Six years later, some of the glitter is gone. Years of waiting an encore for that flight have worn away much of the enthusiasm that followed this Exploration Flight Test-1 mission. We were supposed to have seen a new Orion flight two years ago and a mission that would take astronauts around the Moon next year. Instead, Orion is unlikely to fly back into space before 2022, at the earliest.
And as for the first time astronauts will get on board the Orion, who can say? The pitch keeps sliding to the right.
An inefficient process
The Orion spacecraft dates back to 2005, when NASA issued a “request for proposals” to industry with the goal of “developing a new Crew Exploration Vehicle by 2014 that is capable of transporting astronauts beyond low Earth orbit. “. NASA looked to Orion as a building block to get humans to the Moon as part of what became known as the Constellation program. This show was later canceled, but Orion survived.

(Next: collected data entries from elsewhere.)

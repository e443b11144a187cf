import Link from 'next/link';
import type { TraceNodeAttributes } from '@/lib/document/attributes';
import type { TraceDto } from '@/lib/schemas/entry';

const grouped = (n: number) => n.toLocaleString('en').replaceAll(',', '\u2009');

/** What a trace is: file, who, when, bytes, digest, columns with units, sign, gain and offset with their sources. */
export function TraceProvenance({ node, file }: { node: TraceNodeAttributes; file: TraceDto | undefined }) {
  const { settings } = node;
  return (
    <section>
      <h2>
        Trace <span className="figures">{node.handle}</span>
      </h2>
      {file ? (
        <dl className="pairs">
          <dt>file</dt>
          <dd>
            <Link href={`/traces/${encodeURIComponent(file.id)}`}>{file.fileName}</Link>
          </dd>
          <dt>received</dt>
          <dd>
            <time dateTime={file.receivedAt}>{file.receivedAt.slice(0, 19).replace('T', ' ')} UTC</time>,{' '}
            {file.uploadedBy.name}
          </dd>
          <dt>size</dt>
          <dd>
            {grouped(file.bytes)} bytes, {grouped(file.rows)} rows
          </dd>
          <dt>SHA-256</dt>
          <dd className="figures digest">{file.sha256}</dd>
          {file.problem ? (
            <>
              <dt>problem</dt>
              <dd className="text-error">{file.problem}</dd>
            </>
          ) : null}
        </dl>
      ) : (
        <p className="text-quiet">The file’s facts are being fetched.</p>
      )}
      <table className="table-plain">
        <caption className="sr-only">Columns</caption>
        <thead>
          <tr>
            <th scope="col">column</th>
            <th scope="col">unit</th>
            <th scope="col">gain, offset</th>
          </tr>
        </thead>
        <tbody>
          {settings.columns.map((column) => (
            <tr key={column.symbol}>
              <th scope="row">
                <span className="figures">{column.symbol}</span> {column.name === column.symbol ? '' : column.name}
              </th>
              <td>{column.unit ?? <span className="text-attention">not stated</span>}</td>
              <td>
                {column.gain ? `${column.gain.text}${column.gain.source ? `, ${column.gain.source}` : ''}` : 'no gain'}
                {'; '}
                {column.offset
                  ? `${column.offset.text}${column.offset.source ? `, ${column.offset.source}` : ''}`
                  : 'no offset'}
              </td>
            </tr>
          ))}
        </tbody>
      </table>
      <p>
        Sign: {settings.sign ?? 'not stated'}
        {settings.signConvention ? `, ${settings.signConvention}` : ''}.
      </p>
      {node.spans.length > 0 ? (
        <p>
          Spans:{' '}
          {node.spans
            .map(
              (span) => `${span.name} (${span.intervals.map(([a, b]) => `${a} to ${b}`).join('; ')} in ${span.axis})`,
            )
            .join(', ')}
          .
        </p>
      ) : null}
    </section>
  );
}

Since that time, according to Casey Dreier of The Planetary Society, NASA has spent $ 23.7 billion developing the Orion spacecraft. This does not include the primary costs of the vehicle’s service module, which provides power and propulsion, as it is provided by the European Space Agency.
For this money, NASA obtained a basic version of Orion that flew during the Exploration Flight Test-1 mission in 2014. The agency also secured the construction of an Orion capsule, which also does not have a full life support system. to be used during the unmanned Artemis I mission to be flown in 12 to 24 months. So, over its lifetime, and for $ 23.7 billion, the Orion program has produced:
- Development of the Orion spacecraft
- Basic Vehicle Exploration Flight Test-1
- The Orion capsule for another test flight
- Work in capsules for later missions.
Obviously, that is nothing. But it is far from being a lot, even for a large government program. To see how efficiently this money could have been spent in theory, let’s use an extreme example.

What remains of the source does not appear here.